Required work = What lines in the entries below contain the word "driving"? Copy all of them.

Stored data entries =
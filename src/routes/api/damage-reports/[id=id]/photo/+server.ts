import { requireCapability } from '$lib/server/auth/guards';
import { damagePhoto } from '$lib/server/services/damage-repairs';
import { orHttpError } from '$lib/server/http/errors';
import type { RequestHandler } from './$types';

/** The damage photo, served only to staff; never inline HTML, never sniffed by the browser. */
export const GET: RequestHandler = async (event) => {
	requireCapability(event, 'bookings:read');
	const { bytes, mimeType } = await orHttpError(() => damagePhoto(Number(event.params.id)));
	return new Response(new Uint8Array(bytes), {
		headers: { 'content-type': mimeType, 'x-content-type-options': 'nosniff', 'cache-control': 'private, no-store' }
	});
};
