class _Parser:
    def __init__(self, src: JobFile, default_units: str | None, keep_attributes: bool):
        self.src = src
        self.units = None
        self.default_units = default_units
        self.keep_attributes = keep_attributes
        self.declared = None
        self.symbol_refs: dict[int, SymbolRef] = {}
        self.attribute_names: dict[int, str] = {}
        self.positive: list[bool] = []
        self.record_line: list[int] = []
        self.attributes: list[str] = []
        self.lines = {k: [] for k in _LINE_KEYS}
        self.arcs = {k: [] for k in _ARC_KEYS}
        self.pads = {k: [] for k in _PAD_KEYS}
        self.sym_lines: list[tuple[int, int]] = []  # (symbol number, line) of every use
        self.surfaces = []
        self.surface = None  # (feature, line, contours) while inside S ... SE
        self.contour = None  # (kind, line, points, arcs) while inside OB ... OE
        self.log = FileWarnings(src.name)
        self.most_features = limit(OBJECTS)
        self.contour_points = 0
        self.most_points = limit(SEGMENTS)

    def fail(self, message: str, line: int | None):
        raise InputError(message, path=self.src.name, line=line)

    def num(self, token: str, line: int) -> float:
        return number(token, self.src, line, "coordinate")

    def feature(self, positive_token: str, line: int, attrs: str) -> int:
        if positive_token not in ("P", "N"):
            self.fail(f"polarity must be P or N, found {positive_token!r}", line)
        if len(self.positive) >= self.most_features:
            check_count(len(self.positive) + 1, OBJECTS, "features", self.src.name, line)
        if len(self.positive) % MEMORY_CHECK_EVERY == MEMORY_CHECK_EVERY - 1:
            check_parse_memory(len(self.positive) + 1, f"features of {self.src.name}")
        self.positive.append(positive_token == "P")
        self.record_line.append(line)
        self.attributes.append(attrs if self.keep_attributes else "")
        return len(self.positive) - 1

    def symbol(self, token: str, line: int) -> int:
        k = integer(token, self.src, line, "symbol number")
        self.sym_lines.append((k, line))
        return k

    def parse(self, lines: list[str]) -> None:
        for n, raw in enumerate(lines, start=1):
            body, _, attrs = raw.partition(";")
            tokens = body.split()
            if not tokens or tokens[0].startswith("#"):
                continue
            head = tokens[0]
            try:
                self.record(head, tokens, n, attrs.strip())
            except IndexError:
                self.fail(f"record {head!r} has too few fields", n)
        if self.contour is not None or self.surface is not None:
            opened = self.contour[1] if self.contour is not None else self.surface[1]
            self.fail(f"surface contour opened at line {opened} is not closed; the file looks truncated",
                      len(lines))
        if self.declared is not None and len(self.positive) < self.declared:
            self.fail(f"file ends after {len(self.positive)} of the {self.declared} features its F record "
                      "declares; it looks truncated", len(lines))
        if self.declared is not None and len(self.positive) > self.declared:
            self.log.add(f"{len(self.positive)} features, more than the {self.declared} declared by F")

    def record(self, head: str, t: list[str], n: int, attrs: str) -> None:
        if self.surface is not None:
            self.surface_record(head, t, n)
        elif head == "L":
            self.line(t, n, attrs)
        elif head == "P":
            self.pad(t, n, attrs)
        elif head == "A":
            self.arc(t, n, attrs)
        elif head == "S":
            self.surface = (self.feature(t[1], n, attrs), n, [])
        elif head in ("T", "B"):
            self.feature(t[4] if head == "T" else t[5], n, attrs)
            self.log.add(f"{'text' if head == 'T' else 'barcode'} feature not drawn", n)
        else:
            self.header_record(head, t, n)

    def header_record(self, head: str, t: list[str], n: int) -> None:
        if head.upper().startswith("UNITS") and "=" in " ".join(t):
            self.set_units(units_word(" ".join(t).partition("=")[2], self.src, n), n)
        elif head == "U" and len(t) == 2:
            self.set_units(units_word(t[1], self.src, n), n)
        elif head == "F" and len(t) == 2:
            self.declared = integer(t[1], self.src, n, "feature count")
        elif head.startswith("$"):
            k = integer(head[1:], self.src, n, "symbol number")
            flag = t[2].upper() if len(t) > 2 else None
            if flag not in (None, "I", "M"):
                self.fail(f"symbol unit flag must be I or M, found {t[2]!r}", n)
            self.symbol_refs[k] = SymbolRef(t[1], flag, n)
        elif head.startswith("@"):
            self.attribute_names[integer(head[1:], self.src, n, "attribute number")] = t[1] if len(t) > 1 else ""
        elif not (head.startswith("&") or head.upper().startswith("ID=")):
            self.log.add(f"record {head!r} not understood; skipped", n)

    def set_units(self, units: str, n: int) -> None:
        """The file's units; a change after the first feature is refused (one file, one scale)."""
        current = self.units or self.default_units
        if self.positive and current is not None and units != current:
            self.fail(f"units changed from {current} to {units} after features were read; one file may not use "
                      "two scales", n)
        self.units = units

    def line(self, t: list[str], n: int, attrs: str) -> None:
        f = self.feature(t[6], n, attrs)
        for key, value in zip(_LINE_KEYS, (f, *(self.num(v, n) for v in t[1:5]), self.symbol(t[5], n))):
            self.lines[key].append(value)

    def arc(self, t: list[str], n: int, attrs: str) -> None:
        f = self.feature(t[8], n, attrs)
        cw = t[10].upper() if len(t) > 10 else ""
        if cw not in ("Y", "N"):
            self.fail(f"arc direction must be Y (clockwise) or N, found {cw or 'nothing'!r}", n)
        values = (f, *(self.num(v, n) for v in t[1:7]), self.symbol(t[7], n), cw == "Y")
        for key, value in zip(_ARC_KEYS, values):
            self.arcs[key].append(value)

    def pad(self, t: list[str], n: int, attrs: str) -> None:
        x, y = self.num(t[1], n), self.num(t[2], n)
        scale = 1.0
        if t[3] == "-1":
            sym = self.symbol(t[4], n)
            scale = check_range("pad scale", number(t[5], self.src, n, "resize factor"), "resize factor",
                                self.src.name, n)
            rest = t[6:]
            self.log.add("resized symbol: factor taken as a plain scale", n)
        else:
            sym = self.symbol(t[3], n)
            rest = t[4:]
        f = self.feature(rest[0], n, attrs)
        rotation, mirror = 0.0, False
        if len(rest) > 2:
            orient = integer(rest[2], self.src, n, "pad orientation")
            if orient in LEGACY_ORIENT:
                rotation, mirror = LEGACY_ORIENT[orient]
            elif orient in (8, 9):
                rotation = check_range("rotation", number(rest[3], self.src, n, "rotation angle"), "rotation angle",
                                       self.src.name, n)
                mirror = orient == 9
            else:
                self.fail(f"pad orientation must be 0-9, found {orient}", n)
        for key, value in zip(_PAD_KEYS, (f, x, y, sym, rotation, mirror, scale)):
            self.pads[key].append(value)

    def surface_record(self, head: str, t: list[str], n: int) -> None:
        feature, opened, contours = self.surface
        if head == "OB":
            if self.contour is not None:
                self.fail(f"contour opened at line {self.contour[1]} has no OE", n)
            kind = t[3].upper() if len(t) > 3 else "I"
            if kind not in ("I", "H"):
                self.fail(f"contour type must be I (island) or H (hole), found {t[3]!r}", n)
            self.contour = (kind, n, [(self.num(t[1], n), self.num(t[2], n))], [])
        elif head in ("OS", "OC"):
            if self.contour is None:
                self.fail(f"{head} outside a contour (no OB before it)", n)
            _, _, points, arcs = self.contour
            self.contour_points += 1
            if self.contour_points > self.most_points:
                check_count(self.contour_points, SEGMENTS, "surface contour points", self.src.name, n)
            points.append((self.num(t[1], n), self.num(t[2], n)))
            if head == "OS":
                arcs.append(None)
            else:
                cw = t[5].upper() if len(t) > 5 else ""
                if cw not in ("Y", "N"):
                    self.fail(f"contour arc direction must be Y or N, found {cw or 'nothing'!r}", n)
                arcs.append((cw == "Y", (self.num(t[3], n), self.num(t[4], n))))
        elif head == "OE":
            if self.contour is None:
                self.fail("OE without OB", n)
            contours.append(self.contour)
            self.contour = None
        elif head == "SE":
            if self.contour is not None:
                self.fail(f"surface ends with the contour opened at line {self.contour[1]} still open", n)
            self.surfaces.append((feature, opened, contours))
            self.surface = None
        else:
            self.fail(f"record {head!r} inside a surface (opened at line {opened})", n)
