def test_failures_back_off_then_dead_letter_and_an_admin_can_retry(svc: Service) -> None:
    settings = svc.app.state.settings
    with webhook_receiver(SECRET, statuses=[503, 500]) as hook:
        flaky = add_route(svc, name="flaky", channel="webhook", target=hook.url, secret=SECRET, events=["opened"])
        add_alert(svc, "pump-01", T0)
        now = datetime.now(timezone.utc)
        assert run_once(svc.db, settings, owner="a", now=now).retried == 1
        (row,) = rows(svc)
        assert row.status == "pending" and row.attempts == 1 and "503" in row.last_error
        assert row.next_attempt_at == pytest.approx(now + timedelta(seconds=30), abs=timedelta(seconds=1))
        assert run_once(svc.db, settings, owner="a", now=now + timedelta(seconds=29)).retried == 0  # not due yet
        assert run_once(svc.db, settings, owner="a", now=now + timedelta(seconds=31)).retried == 1
        (row,) = rows(svc)
        # Backoff doubles: 30 s after the first failure, 60 s after the second.
        assert row.next_attempt_at == pytest.approx(now + timedelta(seconds=91), abs=timedelta(seconds=1))
        assert run_once(svc.db, settings, owner="a", now=now + timedelta(seconds=92)).sent == 1
        assert [d.key for d in hook.deliveries] == [row.idempotency_key] * 3  # one key across the attempts
    svc.client.put(f"/v1/notify/routes/{flaky['id']}/enabled", json={"enabled": False}, headers=svc.h("admin"))

    with webhook_receiver(SECRET, statuses=[500] * 10) as down, webhook_receiver(SECRET, statuses=[404]) as gone:
        add_route(svc, name="down", channel="webhook", target=down.url, secret=SECRET, events=["opened"])
        add_route(svc, name="gone", channel="webhook", target=gone.url, secret=SECRET, events=["opened"])
        add_alert(svc, "pump-02", T0 + H)
        t = datetime.now(timezone.utc)
        for step in range(3):
            run_once(svc.db, settings, owner="a", now=t + timedelta(hours=step))
        by_route = {r.route_id: r for r in rows(svc) if r.alert_id is not None and r.kind == "opened" and r.status != "sent"}
        assert sorted((r.status, r.attempts) for r in by_route.values()) == [("dead", 1), ("dead", 3)]  # 404 at once; 500 x3
        assert len(gone.deliveries) == 1 and len(down.deliveries) == 3
        dead = next(r for r in by_route.values() if r.attempts == 3)
        listed = svc.client.get("/v1/notify/outbox", params={"status": "dead"}, headers=svc.h("admin")).json()["items"]
        assert {m["id"] for m in listed} == {r.id for r in by_route.values()}
        r = svc.client.post(f"/v1/notify/outbox/{dead.id}/retry", headers=svc.h("admin"))
        assert r.status_code == 200 and r.json()["status"] == "pending" and r.json()["attempts"] == 0
        assert svc.client.post(f"/v1/notify/outbox/{dead.id}/retry", headers=svc.h("admin")).status_code == 409
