/**
 * A parameterized logical scenario as an OpenSCENARIO 1.2 template: actions and triggers, not
 * replayed points. The ego (entity under test, with its controller slot and the pass/fail
 * thresholds) starts in a lane of the written road at the declared speed; the other vehicles are
 * placed relative to it (RelativeLanePosition, reference point to reference point, so ds = bumper gap
 * + one car length for equal cars with the rear-axle reference point) and act through speed and
 * lane-change actions whose targets, rates and durations are the declared parameters. Defaults are
 * the representative's values (the median where the representative has none).
 */
export function logicalTemplateXml(ls: LogicalScenarioLike, road: Road, options: TemplateOptions): TemplateResult {
  const inputs = TEMPLATE_INPUTS[ls.classId];
  if (!inputs) throw new InputError(`no template for scenario class "${ls.classId}" (templates: ${Object.keys(TEMPLATE_INPUTS).join(", ")})`, { value: ls.id });
  const warnings: string[] = [];
  const nLanes = road.laneMarkings.length - 1;
  const needsTwo = ls.classId !== "free-driving" && ls.classId !== "following" && ls.classId !== "leader-braking";
  if (needsTwo && nLanes < 2) throw new InputError(`class "${ls.classId}" needs at least two lanes; the road "${road.name}" has ${nLanes}`);
  const params = inputs.map((input) => {
    const p = ls.parameters.find((q) => q.name === input);
    const unit = p?.unit ?? UNITS[input] ?? "";
    const rep = ls.representative.values[input];
    let value = rep ?? p?.p50 ?? null;
    if (value === null || !Number.isFinite(value)) {
      if (/Gap(Ahead|Behind)$/.test(input)) value = ABSENT_GAP;
      else throw new InputError(`logical scenario ${ls.id}: parameter "${input}" has no representative value and no median`, { value: input });
    }
    return { input, name: parameterName(input, unit), unit, value };
  });
  const P = (input: string): string => `$${params.find((p) => p.input === input)!.name}`;
  const L = TEMPLATE_CAR.length;
  const duration = options.duration ?? Math.max(10, ls.representative.tEnd - ls.representative.tStart);
  const thresholds = options.thresholds ?? DEFAULT_THRESHOLDS;
  const date = options.date ?? "1970-01-01T00:00:00";
  const lead = TEMPLATE_LEAD_S;
  // Lanes (OpenDRIVE ids on the written road): the ego drives in the rightmost lane, or one lane further
  // left when the class needs a lane on its right.
  const egoLane = ls.classId === "lane-change-right" ? 1 : 0;
  const egoLaneId = openDriveLaneId(road, egoLane);
  const egoS = 100;
  const entities: { name: string; lines: string[] }[] = [];
  const init: string[] = [];
  const events: { actor: string; name: string; action: string[]; trigger: string[] }[] = [];
  const car = (name: string, isEgo: boolean): string[] => [
    `    <ScenarioObject name="${name}">`,
    ...vehicleBody(`${name}-car`, "car", L, TEMPLATE_CAR.width, TEMPLATE_CAR.height, 0.65, TEMPLATE_CAR.width - 0.2, 70, [["role", isEgo ? "entity under test" : "traffic"]]),
    ...(isEgo ? egoControllerLines(thresholds) : []),
    `    </ScenarioObject>`,
  ];
  const speedInit = (name: string, speed: string): string[] => [
    `          <PrivateAction>`,
    `            <LongitudinalAction>`,
    `              <SpeedAction>`,
    `                <SpeedActionDynamics dynamicsDimension="time" dynamicsShape="step" value="0"/>`,
    `                <SpeedActionTarget>`,
    `                  <AbsoluteTargetSpeed value="${speed}"/>`,
    `                </SpeedActionTarget>`,
    `              </SpeedAction>`,
    `            </LongitudinalAction>`,
    `          </PrivateAction>`,
  ];
  const place = (name: string, position: string, speed: string): void => {
    init.push(`        <Private entityRef="${name}">`, `          <PrivateAction>`, `            <TeleportAction>`, `              <Position>`, `                ${position}`, `              </Position>`, `            </TeleportAction>`, `          </PrivateAction>`, ...speedInit(name, speed), `        </Private>`);
  };
  const rel = (dLane: number, ds: string, offset = "0"): string => `<RelativeLanePosition entityRef="ego" dLane="${dLane}" ds="${ds}" offset="${offset}"/>`;
  // The class parameter laneChangeDuration is the lane change's duration as the detection measures it;
  // its boundary fit includes the half-cosine shape (docs/maneuvers.md, "Boundaries"), which is the
  // OpenSCENARIO sinusoidal shape, so the duration is written as it is.
  const laneChange = (target: string, dir: number, durationParam: string): string[] => laneChangeLines(target, dir, durationParam);
  const laneChangeLines = (target: string, dir: number, duration: string): string[] => [
    `<PrivateAction>`,
    `  <LateralAction>`,
    `    <LaneChangeAction>`,
    `      <LaneChangeActionDynamics dynamicsDimension="time" dynamicsShape="sinusoidal" value="${duration}"/>`,
    `      <LaneChangeTarget>`,
    `        <RelativeTargetLane entityRef="${target}" value="${dir}"/>`,
    `      </LaneChangeTarget>`,
    `    </LaneChangeAction>`,
    `  </LateralAction>`,
    `</PrivateAction>`,
  ];

  entities.push({ name: "ego", lines: car("ego", true) });
  init.push(
    `        <Private entityRef="ego">`,
    `          <PrivateAction>`,
    `            <TeleportAction>`,
    `              <Position>`,
    `                <LanePosition roadId="1" laneId="${egoLaneId}" s="${egoS}" offset="0"/>`,
    `              </Position>`,
    `            </TeleportAction>`,
    `          </PrivateAction>`,
    ...speedInit("ego", P("egoSpeed")),
    `        </Private>`,
  );
  let rule: string | null = null;
  switch (ls.classId) {
    case "free-driving":
      break;
    case "following":
      entities.push({ name: "leader", lines: car("leader", false) });
      // Gap held at t = 0; reference point to reference point = gap + one car length.
      place("leader", rel(0, `\${${P("gap")} + ${num(L)}}`), P("leaderSpeed"));
      break;
    case "leader-braking": {
      entities.push({ name: "leader", lines: car("leader", false) });
      // The gap parameter is the gap when braking starts (after TEMPLATE_LEAD_S at the initial speeds).
      place("leader", rel(0, `\${${P("gap")} + (${P("egoSpeed")} - ${P("leaderSpeed")}) * ${lead} + ${num(L)}}`), P("leaderSpeed"));
      events.push({
        actor: "leader",
        name: "leader-brakes",
        action: [
          `<PrivateAction>`,
          `  <LongitudinalAction>`,
          `    <SpeedAction>`,
          `      <SpeedActionDynamics dynamicsDimension="rate" dynamicsShape="linear" value="${P("leaderDecel")}"/>`,
          `      <SpeedActionTarget>`,
          `        <AbsoluteTargetSpeed value="\${${P("leaderSpeed")} - ${P("leaderDecel")} * ${P("brakeDuration")}}"/>`,
          `      </SpeedActionTarget>`,
          `    </SpeedAction>`,
          `  </LongitudinalAction>`,
          `</PrivateAction>`,
        ],
        trigger: simulationTimeTrigger("StartTrigger", "brake-start", lead, "greaterOrEqual", ""),
      });
      break;
    }
    case "cut-in": {
      entities.push({ name: "cutter", lines: car("cutter", false) });
      // The cutter starts in the lane left of the ego at the ego's speed + cutterRelSpeed and starts its
      // lane change when its bumper gap to the ego reaches gapAtCrossing − cutterRelSpeed · duration / 2
      // (the centre crosses the marking at half the sinusoidal lane change). It starts TEMPLATE_LEAD_S
      // of relative motion away from that distance; the trigger rule follows the sign of the relative
      // speed (closing: lessOrEqual, opening: greaterOrEqual), a declared parameter of its own.
      const trig = `${P("gapAtCrossing")} - ${P("cutterRelSpeed")} * ${P("laneChangeDuration")} / 2`;
      place("cutter", rel(1, `\${${trig} - ${P("cutterRelSpeed")} * ${lead} + ${num(L)}}`), `\${${P("egoSpeed")} + ${P("cutterRelSpeed")}}`);
      rule = (ls.representative.values.cutterRelSpeed ?? 0) < 0 ? "lessOrEqual" : "greaterOrEqual";
      events.push({
        actor: "cutter",
        name: "cutter-changes-lane",
        action: laneChange("ego", 0, P("laneChangeDuration")),
        trigger: [
          `<StartTrigger>`,
          `  <ConditionGroup>`,
          `    <Condition conditionEdge="none" delay="0" name="cut-in-distance">`,
          `      <ByEntityCondition>`,
          `        <TriggeringEntities triggeringEntitiesRule="any">`,
          `          <EntityRef entityRef="cutter"/>`,
          `        </TriggeringEntities>`,
          `        <EntityCondition>`,
          `          <RelativeDistanceCondition entityRef="ego" freespace="true" relativeDistanceType="longitudinal" rule="$cutInTriggerRule" value="\${${trig}}"/>`,
          `        </EntityCondition>`,
          `      </ByEntityCondition>`,
          `    </Condition>`,
          `  </ConditionGroup>`,
          `</StartTrigger>`,
        ],
      });
      break;
    }
    case "lane-change-left":
    case "lane-change-right": {
      const dir = ls.classId === "lane-change-left" ? 1 : -1;
      entities.push({ name: "targetLeader", lines: car("targetLeader", false) }, { name: "targetFollower", lines: car("targetFollower", false) });
      place("targetLeader", rel(dir, `\${${P("targetGapAhead")} + ${num(L)}}`), P("egoSpeed"));
      place("targetFollower", rel(dir, `\${-${P("targetGapBehind")} - ${num(L)}}`), P("egoSpeed"));
      events.push({ actor: "ego", name: "ego-changes-lane", action: laneChange("ego", dir, P("laneChangeDuration")), trigger: simulationTimeTrigger("StartTrigger", "lane-change-start", lead, "greaterOrEqual", "") });
      break;
    }
    case "overtaken": {
      entities.push({ name: "overtaker", lines: car("overtaker", false) });
      // Starts 30 m behind (bumper to bumper) in the lane to the left, offset so that the centre-to-centre
      // lateral distance is lateralDistance, and passes at overtakerRelSpeed.
      const laneWidth = road.laneMarkings[egoLane + 2]! - road.laneMarkings[egoLane + 1]!;
      const ownWidth = road.laneMarkings[egoLane + 1]! - road.laneMarkings[egoLane]!;
      place("overtaker", rel(1, `\${-30 - ${num(L)}}`, `\${${P("lateralDistance")} - ${num((laneWidth + ownWidth) / 2)}}`), `\${${P("egoSpeed")} + ${P("overtakerRelSpeed")}}`);
      break;
    }
  }
  const lines: string[] = [
    `<?xml version="1.0" encoding="UTF-8"?>`,
    `<OpenSCENARIO>`,
    `  <FileHeader author="roadsieve" date="${esc(date)}" description="${esc(`${ls.id}: ${ls.name} (${ls.className}), parameterized template`)}" revMajor="${OPENSCENARIO_REV.major}" revMinor="${OPENSCENARIO_REV.minor}">`,
    `    <Properties>`,
    `      <Property name="roadsieve.kind" value="logical"/>`,
    `      <Property name="roadsieve.logicalScenario" value="${esc(ls.id)}"/>`,
    `      <Property name="roadsieve.class" value="${esc(ls.classId)}"/>`,
    `      <Property name="roadsieve.frameRate_Hz" value="${num(road.frameRate, 6)}"/>`,
    ...params.map((p) => {
      const d = ls.parameters.find((q) => q.name === p.input)?.description ?? p.input;
      return `      <Property name="parameter.${esc(p.name)}" value="${esc(`${d} (${p.unit})`)}"/>`;
    }),
    `    </Properties>`,
    `  </FileHeader>`,
    `  <ParameterDeclarations>`,
    ...params.map((p) => `    <ParameterDeclaration name="${esc(p.name)}" parameterType="double" value="${num(p.value, 6)}"/>`),
    ...(rule ? [`    <ParameterDeclaration name="cutInTriggerRule" parameterType="string" value="${rule}"/>`] : []),
    `  </ParameterDeclarations>`,
    `  <CatalogLocations/>`,
    `  <RoadNetwork>`,
    `    <LogicFile filepath="${esc(options.roadFile)}"/>`,
    `  </RoadNetwork>`,
    `  <Entities>`,
    ...entities.flatMap((e) => e.lines),
    `  </Entities>`,
    `  <Storyboard>`,
    `    <Init>`,
    `      <Actions>`,
    ...init,
    `      </Actions>`,
    `    </Init>`,
  ];
  if (events.length > 0) {
    lines.push(`    <Story name="${esc(ls.id)}">`, `      <Act name="${esc(ls.classId)}">`);
    for (const ev of events)
      lines.push(
        `        <ManeuverGroup maximumExecutionCount="1" name="${ev.actor}-group">`,
        `          <Actors selectTriggeringEntities="false">`,
        `            <EntityRef entityRef="${ev.actor}"/>`,
        `          </Actors>`,
        `          <Maneuver name="${ev.name}">`,
        `            <Event name="${ev.name}" priority="override">`,
        `              <Action name="${ev.name}">`,
        ...ev.action.map((l) => `                ${l}`),
        `              </Action>`,
        ...ev.trigger.map((l) => `              ${l}`),
        `            </Event>`,
        `          </Maneuver>`,
        `        </ManeuverGroup>`,
      );
    lines.push(...simulationTimeTrigger("StartTrigger", "act-start", 0, "greaterOrEqual", "        "), `      </Act>`, `    </Story>`);
  }
  lines.push(...simulationTimeTrigger("StopTrigger", "end", duration, "greaterThan", "    "), `  </Storyboard>`, `</OpenSCENARIO>`);
  return { xml: `${lines.join("\n")}\n`, parameters: params, warnings };
}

Written solution =
  const needsTwo = ls.classId !== "free-driving" && ls.classId !== "following" && ls.classId !== "leader-braking";
    case "free-driving":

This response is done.